Margaret Mead ha scoperto, per esempio, che in condizioni normali i maschi
di Bali si astenevano da qualsiasi lavoro pesante, così da essere
esili quanto le loro donne; ma che i balinesi assunti dagli imprenditori
europei in qualità di scaricatori portuali non tardavano a sviluppare
la massiccia muscolatura che siamo abituati ad associare al sesso maschile.
In base alla scoperta che tra i piccoli
delle scimmie i maschi si dimostrano più aggressivi delle femmine,
sono state intraprese alcune ricerche con esperimenti ormonici sui primati.
Gli sperimentatori, dopo aver trattato con testosterone le femmine pregne,
sono riusciti ad ottenere prole femminile più aggressiva e dedita
a giochi più irruenti e rudi rispetto alle piccole scimmie normali.
Tre anni dopo, il comportamento aggressivo
apparve scemato: una possibile interpretazione dell’esperimento è
che il livello ormonico prenatale condizioni abbastanza a lungo il comportamento
del piccolo prima che subentri l’apprendimento socio-ambientale, addirittura
che gli ormoni influiscano sull’intero arco vitale quand’anche non siano
più presenti nel corpo.
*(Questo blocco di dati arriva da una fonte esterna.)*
import { describe, expect, it } from 'vitest';
import { parseQuantity } from './parse-quantity';

function valueOf(value: unknown, dimension: Parameters<typeof parseQuantity>[1]): number {
  const result = parseQuantity(value, dimension, 'field');
  if (!result.success) throw new Error(result.issue.message);
  return result.value;
}

describe('parseQuantity', () => {
  it('reads lengths and diameters in metric and US units into metres', () => {
    expect(valueOf('25 mm', 'diameter')).toBe(0.025);
    expect(valueOf('1 in', 'diameter')).toBe(0.0254);
    expect(valueOf('12 in', 'length')).toBeCloseTo(0.3048, 15);
    expect(valueOf('26.6 mm', 'diameter')).toBe(0.0266);
  });

  it('reads flows into cubic metres per second (US gallon = 3.785411784 L)', () => {
    expect(valueOf('300 L/h', 'flow')).toBeCloseTo(300e-3 / 3600, 18);
    expect(valueOf('5 gal/min', 'flow')).toBeCloseTo((5 * 3.785411784e-3) / 60, 18);
    expect(valueOf('10 gpm', 'flow')).toBeCloseTo(6.30901964e-4, 15);
    expect(valueOf('20 lpm', 'flow')).toBeCloseTo(20e-3 / 60, 18);
  });

  it('reads times, areas, volumes and powers into SI', () => {
    expect(valueOf('2 h', 'time')).toBe(7200);
    expect(valueOf('90 min', 'time')).toBe(5400);
    expect(valueOf('4 ft^2', 'area')).toBeCloseTo(4 * 0.3048 ** 2, 15);
    expect(valueOf('500 L', 'volume')).toBe(0.5);
    expect(valueOf('35 W', 'power')).toBe(35);
  });

  it('keeps temperatures in degrees Celsius, whatever unit they are written in', () => {
    expect(valueOf('24 degC', 'temperature')).toBe(24);
    expect(valueOf('75 degF', 'temperature')).toBeCloseTo(23.8888888888889, 12);
    expect(valueOf('300 K', 'temperature')).toBeCloseTo(26.85, 12);
    expect(valueOf(18, 'temperature')).toBe(18);
  });

  it('takes plain numbers and unit-less numeric strings as SI values', () => {
    expect(valueOf(0.3, 'length')).toBe(0.3);
    expect(valueOf('0.3', 'length')).toBe(0.3);
    expect(valueOf(0.6, 'dimensionless')).toBe(0.6);
  });

  it('rejects a value of the wrong dimension with the path, the expectation and what was given', () => {
    const result = parseQuantity('2 h', 'length', 'vessels[0].height');
    expect(result).toEqual({
      success: false,
      issue: {
        path: 'vessels[0].height',
        message: 'Expected a length such as "0.3 m" or "12 in"; got "2 h", which is a time.',
      },
    });
    const flowAsLength = parseQuantity('3 m', 'flow', 'pumps[0].maxFlow');
    expect(flowAsLength.success).toBe(false);
    if (!flowAsLength.success) expect(flowAsLength.issue.message).toContain('which is a length');
  });

  it('rejects unknown units, non-finite numbers and values of other types', () => {
    for (const bad of ['3 furlongz', '', NaN, Infinity, null, true, [1], { value: 1 }]) {
      const result = parseQuantity(bad, 'length', 'p');
      expect(result.success, String(bad)).toBe(false);
    }
    const unitOnDimensionless = parseQuantity('3 mm', 'dimensionless', 'p');
    expect(unitOnDimensionless.success).toBe(false);
  });
});
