import type {
  Drain,
  LossCoefficients,
  Pipe,
  Pump,
  PumpCurvePoint,
  Scenario,
  ScheduleEntry,
  Vessel,
} from './scenario';
import { SCENARIO_DEFAULTS as D } from './scenario-defaults';
import type { ScenarioFields } from './scenario-input-schema';

type PipeFields = ScenarioFields['pumps'][number]['main'];
type VesselFields = ScenarioFields['vessels'][number];
type BedFields = Extract<VesselFields, { kind: 'bed' }>;
type PumpFields = ScenarioFields['pumps'][number];

/** Fills a pipe's material, roughness, Hazen–Williams C and fitting counts. */
function normalisePipe(pipe: PipeFields): Pipe {
  const material = pipe.material ?? D.material;
  const properties = D.materials[material];
  return {
    length: pipe.length,
    innerDiameter: pipe.innerDiameter,
    material,
    roughness: pipe.roughness ?? properties.roughnessM,
    hazenWilliamsC: pipe.hazenWilliamsC ?? properties.hazenWilliamsC,
    fittings: pipe.fittings ?? { elbow90: 0, elbow45: 0, teeRun: 0, teeBranch: 0, ballValve: 0 },
  };
}

function normaliseDrain(drain: BedFields['drain']): Drain {
  const common = {
    to: drain.to,
    pipe: normalisePipe(drain.pipe),
    outletElevation: drain.outletElevation,
    dischargeLossMultiplier: drain.dischargeLossMultiplier ?? D.dischargeLossMultiplier,
    ...(drain.guard !== undefined && { guard: { diameter: drain.guard.diameter } }),
    standpipe: {
      innerDiameter: drain.standpipe.innerDiameter,
      outerDiameter: drain.standpipe.outerDiameter,
      height: drain.standpipe.height,
      weirCoefficient: drain.standpipe.weirCoefficient ?? D.weirCoefficientSqrtMPerS,
      dischargeCoefficient: drain.standpipe.dischargeCoefficient ?? D.orificeDischargeCoefficient,
    },
  };
  if (drain.type === 'standpipe') {
    const weep = drain.weepHole;
    return {
      type: 'standpipe',
      ...common,
      ...(weep !== undefined && {
        weepHole: {
          diameter: weep.diameter,
          dischargeCoefficient: weep.dischargeCoefficient ?? D.orificeDischargeCoefficient,
        },
      }),
    };
  }
  const { bell } = drain;
  return {
    type: 'bell-siphon',
    ...common,
    bell: { ...bell, outerDiameter: bell.outerDiameter ?? bell.innerDiameter },
    primingCoefficient: drain.primingCoefficient ?? D.primingCoefficient,
  };
}

function normaliseVessel(vessel: VesselFields): Vessel {
  const { overflow } = vessel;
  const common = {
    id: vessel.id,
    shape: vessel.shape,
    floorElevation: vessel.floorElevation,
    height: vessel.height,
    initialLevel: vessel.initialLevel,
    ...(vessel.minLevel !== undefined && { minLevel: vessel.minLevel }),
    ...(overflow !== undefined && {
      overflow: {
        elevation: overflow.elevation,
        diameter: overflow.diameter,
        to: overflow.to,
        dischargeCoefficient: overflow.dischargeCoefficient ?? D.orificeDischargeCoefficient,
        weirCoefficient: overflow.weirCoefficient ?? D.weirCoefficientSqrtMPerS,
      },
    }),
  };
  if (vessel.kind !== 'bed') return { kind: vessel.kind, ...common };
  const mediaType = vessel.media?.type ?? 'none';
  const media = {
    type: mediaType,
    porosity: vessel.media?.porosity ?? D.mediaPorosity[mediaType],
    depth: mediaType === 'none' ? 0 : (vessel.media?.depth ?? vessel.height),
  };
  return { kind: 'bed', ...common, media, drain: normaliseDrain(vessel.drain) };
}

/** Samples H = H0·(1 − (Q/Q0)²) at evenly spaced flows from 0 to Q0. */
function parabolaCurve(maxHeadM: number, maxFlowM3PerS: number): PumpCurvePoint[] {
  const count = D.parabolaSamples;
  return Array.from({ length: count }, (_, index) => {
    const fraction = index / (count - 1);
    return { flow: maxFlowM3PerS * fraction, head: maxHeadM * (1 - fraction * fraction) };
  });
}

function normalisePump(pump: PumpFields): Pump {
  const parabola = pump.curveKind === 'parabola' || pump.curve === undefined;
  const maxHead = pump.maxHead ?? 0;
  const maxFlow = pump.maxFlow ?? 0;
  const curve = parabola
    ? parabolaCurve(maxHead, maxFlow)
    : [...(pump.curve ?? [])].sort((a, b) => a.flow - b.flow);
  return {
    id: pump.id,
    in: pump.in,
    intakeHeight: pump.intakeHeight,
    curveKind: parabola ? 'parabola' : 'points',
    curve,
    ...(parabola && { maxHead, maxFlow }),
    ...(pump.power !== undefined && { power: pump.power }),
    checkValve: pump.checkValve,
    flowScale: pump.flowScale ?? D.pumpFlowScale,
    initialState: pump.initialState,
    main: normalisePipe(pump.main),
    outlets: pump.outlets.map((outlet) => ({ ...outlet, pipe: normalisePipe(outlet.pipe) })),
  };
}

/**
 * Turns a checked scenario (units already in SI) into the normalised `Scenario`: every default
 * filled in, pump curves as sorted points, schedule sorted by time (stable).
 */
export function normaliseScenario(fields: ScenarioFields): Scenario {
  const lossCoefficients: LossCoefficients = { ...D.lossCoefficients, ...fields.lossCoefficients };
  const schedule: ScheduleEntry[] = [...fields.schedule].sort((a, b) => a.at - b.at);
  return {
    format: fields.format,
    name: fields.name,
    ...(fields.description !== undefined && { description: fields.description }),
    water: { temperature: fields.water?.temperature ?? D.waterTemperatureC },
    vessels: fields.vessels.map(normaliseVessel),
    pumps: fields.pumps.map(normalisePump),
    leaks: fields.leaks.map((leak) => ({
      ...leak,
      dischargeCoefficient: leak.dischargeCoefficient ?? D.orificeDischargeCoefficient,
    })),
    schedule,
    controls: fields.controls,
    faults: fields.faults,
    lossCoefficients,
    run: {
      duration: fields.run?.duration ?? D.run.durationS,
      outputInterval: fields.run?.outputInterval ?? D.run.outputIntervalS,
      tolerance: fields.run?.tolerance ?? D.run.tolerance,
      friction: fields.run?.friction ?? D.run.friction,
    },
  };
}
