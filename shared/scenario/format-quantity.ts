import type { Dimension } from './dimension';
import type { UnitSystem } from './display-units';
import { toDisplay } from './to-display';

/** Rounds for display: three significant digits below 100, whole numbers above. */
function roundForDisplay(value: number): string {
  const magnitude = Math.abs(value);
  if (magnitude === 0) return '0';
  if (magnitude >= 100) return value.toFixed(0);
  if (magnitude >= 10) return value.toFixed(1);
  if (magnitude >= 1) return value.toFixed(2);
  return Number(value.toPrecision(3)).toString();
}

/** Formats an SI value for people, e.g. `formatQuantity(0.0254, 'diameter', 'us')` → "1.00 in". */
export function formatQuantity(valueSi: number, dimension: Dimension, system: UnitSystem): string {
  const { value, label } = toDisplay(valueSi, dimension, system);
  const text = roundForDisplay(value);
  return label === '' ? text : `${text} ${label}`;
}
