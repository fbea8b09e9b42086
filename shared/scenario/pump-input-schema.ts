import { z } from 'zod';
import { PipeInputSchema } from './pipe-input-schema';
import { quantitySchema } from './quantity-schema';

/** One datasheet point of a pump curve: flow and the head the pump gives at that flow. */
export const PumpCurvePointInputSchema = z.strictObject({
  flow: quantitySchema('flow', 'nonnegative'),
  head: quantitySchema('length', 'nonnegative'),
});

/** One outlet of a pump line, ending at `elevation` (above the datum) over the vessel `to`. */
export const PumpOutletInputSchema = z.strictObject({
  to: z.string().min(1),
  elevation: quantitySchema('length', 'any'),
  valveOpening: z.number().min(0).max(1).default(1),
  pipe: PipeInputSchema,
});

/**
 * A pump sitting in vessel `in`, its curve (datasheet points, or `maxHead` and `maxFlow` for the
 * parabola H = H0·(1 − (Q/Q0)²)), its main pipe up to a manifold, and its outlets.
 */
export const PumpInputSchema = z.strictObject({
  id: z.string().min(1),
  in: z.string().min(1),
  intakeHeight: quantitySchema('length', 'nonnegative').default(0),
  curveKind: z.enum(['points', 'parabola']).optional(),
  curve: z.array(PumpCurvePointInputSchema).optional(),
  maxHead: quantitySchema('length').optional(),
  maxFlow: quantitySchema('flow').optional(),
  power: quantitySchema('power', 'nonnegative').optional(),
  checkValve: z.boolean().default(false),
  flowScale: z.number().positive().max(1.5).optional(),
  initialState: z.enum(['on', 'off']).default('on'),
  main: PipeInputSchema,
  outlets: z.array(PumpOutletInputSchema).min(1, { error: 'A pump needs at least one outlet.' }),
});
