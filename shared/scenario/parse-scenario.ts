import { normaliseScenario } from './normalise-scenario';
import type { Scenario } from './scenario';
import { ScenarioInputSchema } from './scenario-input-schema';
import { issuesFromZod } from './issues-from-zod';
import type { ScenarioIssue } from './scenario-issue';

/** The outcome of reading a scenario document. */
export type ParseScenarioResult =
  { success: true; scenario: Scenario } | { success: false; issues: ScenarioIssue[] };

/**
 * Validates any value as a scenario file and returns the normalised scenario (SI numbers, all
 * defaults filled in), or every issue found, each with the path of its field (an unknown field's
 * own path). Never throws for bad input. A normalised scenario parses back to itself.
 */
export function parseScenario(input: unknown): ParseScenarioResult {
  const parsed = ScenarioInputSchema.safeParse(input);
  if (!parsed.success) return { success: false, issues: issuesFromZod(parsed.error.issues) };
  return { success: true, scenario: normaliseScenario(parsed.data) };
}
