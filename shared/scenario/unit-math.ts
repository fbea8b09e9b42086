import { create, createUnitDependencies, unitDependencies, type FactoryFunctionMap } from 'mathjs';

/** mathjs's typings mark dependency maps as possibly undefined; fail loudly if one is missing. */
function dependencyMap(map: FactoryFunctionMap | undefined, name: string): FactoryFunctionMap {
  if (map === undefined)
    throw new Error(`mathjs does not export ${name}; check the mathjs version.`);
  return map;
}

/**
 * A private mathjs instance holding only unit parsing, so that the shared bundle stays small and
 * the units we add (`gpm`, `gph`, `lpm`, `lph`) never leak into another mathjs instance.
 */
export const unitMath = create({
  unitDependencies: dependencyMap(unitDependencies, 'unitDependencies'),
  createUnitDependencies: dependencyMap(createUnitDependencies, 'createUnitDependencies'),
});

unitMath.createUnit('gpm', '1 gal/min');
unitMath.createUnit('gph', '1 gal/h');
unitMath.createUnit('lpm', '1 L/min');
unitMath.createUnit('lph', '1 L/h');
Il fatto è che, mentre prima della
pubertà il livello ormonico maschile non differisce molto da quello
femminile, già intorno ai 4 o 5 anni i maschietti si comportano
in modo nettamente diverso dalle femminucce. Si è quindi costretti
a concludere che all’origine di tale diversità di comportamento
stia soprattutto l’apprendimento, ipotesi confortata dagli studi su quegli
esseri umani i quali alla nascita, a causa di caratteristiche genitali
ambigue o ermafroditiche, sono stati assegnati al sesso sbagliato. Questi
studi suggeriscono che l’assunzione del ruolo sessuale potrebbe essere
determinata dalle condizioni ambientali e che la persona si adatterebbe
all’etichetta sessuale “sbagliata” se già nella prima infanzia non
intervenisse un periodo critico di fissazione dell’identità sessuale.
In altri termini, non ci sarebbero difficoltà di sorta se, per errore,
si allevasse una bambina come se fosse un ragazzo, ma insorgerebbero gravissimi
problemi psicologici se ad una bambina si imponesse di “diventare” maschio
dopo aver raggiunto i tre anni d’età.
Nello studio della personalità maschile
e femminile lo psicologo non può far altro che riferire gli esseri
umani alle norme che lui stesso ha fissato. Pertanto lo psicologo è
indotto a concludere con la stupefacente scoperta che l’originalità
del pensiero, la creatività ed un elevato livello intellettuale
generale andrebbero associati agli uomini “più femminili” ed alle
donne “più maschili”, fenomeni che qualcuno giunge a spiegare in
termini di bisessualità, mentre la spiegazione più ovvia
è molto più semplice: fissando in partenza dei ruoli sessuali
e degli interessi riferiti al sesso, noi limitiamo le possibilità
umane, senza pensare che a taluno non va affatto a genio essere represso
in questo modo.
Cent’anni fa John Stuart Mill scriveva:
“Nego che si conosca o che si possa conoscere la natura dei due sessi fin
tanto che essi vengono considerati solo nel loro attuale rapporto reciproco.”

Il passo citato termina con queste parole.